*** DATA Section Begins ***
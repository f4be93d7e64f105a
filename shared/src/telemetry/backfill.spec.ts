import { describe, expect, it } from 'vitest';
import { backfillReplySchema, backfillRequestSchema } from './backfill.js';
import { backfillReplyTopic, backfillTopic, parseTopic } from './topics.js';

describe('backfill messages', () => {
  it('spells and reads back the request and reply topics', () => {
    expect(backfillTopic('lake-orrin', 'pool-radar')).toBe(
      'stillwell/v1/lake-orrin/backfill/pool-radar',
    );
    expect(parseTopic(backfillReplyTopic('lake-orrin', 'pool-radar'))).toEqual({
      kind: 'backfill-reply',
      reservoirId: 'lake-orrin',
      deviceId: 'pool-radar',
    });
    expect(parseTopic('stillwell/v1/lake-orrin/backfill/pool-radar')?.kind).toBe('backfill');
    expect(parseTopic('stillwell/v1/lake-orrin/backfill-other/pool-radar')).toBeNull();
  });

  it('accepts a range and refuses one that runs backwards or is not whole numbers', () => {
    expect(backfillRequestSchema.safeParse({ requestId: 'g1', fromSeq: 3, toSeq: 3 }).success).toBe(
      true,
    );
    expect(backfillRequestSchema.safeParse({ requestId: 'g1', fromSeq: 4, toSeq: 3 }).success).toBe(
      false,
    );
    expect(
      backfillRequestSchema.safeParse({ requestId: 'g1', fromSeq: 1.5, toSeq: 3 }).success,
    ).toBe(false);
    expect(
      backfillRequestSchema.safeParse({ requestId: 'g1', fromSeq: 1, toSeq: 3, x: 1 }).success,
    ).toBe(false);
  });

  it('reads a reply with the parts the device no longer holds', () => {
    const reply = {
      requestId: 'g1',
      fromSeq: 0,
      toSeq: 99,
      resent: 60,
      unavailable: [{ fromSeq: 0, toSeq: 39, reason: 'overrun' }],
    };
    expect(backfillReplySchema.parse(reply)).toEqual(reply);
    const bad = { ...reply, unavailable: [{ fromSeq: 0, toSeq: 39, reason: 'tired' }] };
    expect(backfillReplySchema.safeParse(bad).success).toBe(false);
  });
});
*** DATA Section Ends ***
● TASK DETAILS: Could you write out all the data exactly as it is given?

● EXERCISE OUTPUT:
repository f4be93d7e64f105a
filename shared/src/telemetry/backfill.spec.ts
import { describe, expect, it } from 'vitest';
import { backfillReplySchema, backfillRequestSchema } from './backfill.js';
import { backfillReplyTopic, backfillTopic, parseTopic } from './topics.js';

describe('backfill messages', () => {
  it('spells and reads back the request and reply topics', () => {
    expect(backfillTopic('lake-orrin', 'pool-radar')).toBe(
      'stillwell/v1/lake-orrin/backfill/pool-radar',
    );
    expect(parseTopic(backfillReplyTopic('lake-orrin', 'pool-radar'))).toEqual({
      kind: 'backfill-reply',
      reservoirId: 'lake-orrin',
      deviceId: 'pool-radar',
    });
    expect(parseTopic('stillwell/v1/lake-orrin/backfill/pool-radar')?.kind).toBe('backfill');
    expect(parseTopic('stillwell/v1/lake-orrin/backfill-other/pool-radar')).toBeNull();
  });

  it('accepts a range and refuses one that runs backwards or is not whole numbers', () => {
    expect(backfillRequestSchema.safeParse({ requestId: 'g1', fromSeq: 3, toSeq: 3 }).success).toBe(
      true,
    );
    expect(backfillRequestSchema.safeParse({ requestId: 'g1', fromSeq: 4, toSeq: 3 }).success).toBe(
      false,
    );
    expect(
      backfillRequestSchema.safeParse({ requestId: 'g1', fromSeq: 1.5, toSeq: 3 }).success,
    ).toBe(false);
    expect(
      backfillRequestSchema.safeParse({ requestId: 'g1', fromSeq: 1, toSeq: 3, x: 1 }).success,
    ).toBe(false);
  });

  it('reads a reply with the parts the device no longer holds', () => {
    const reply = {
      requestId: 'g1',
      fromSeq: 0,
      toSeq: 99,
      resent: 60,
      unavailable: [{ fromSeq: 0, toSeq: 39, reason: 'overrun' }],
    };
    expect(backfillReplySchema.parse(reply)).toEqual(reply);
    const bad = { ...reply, unavailable: [{ fromSeq: 0, toSeq: 39, reason: 'tired' }] };
    expect(backfillReplySchema.safeParse(bad).success).toBe(false);
  });
});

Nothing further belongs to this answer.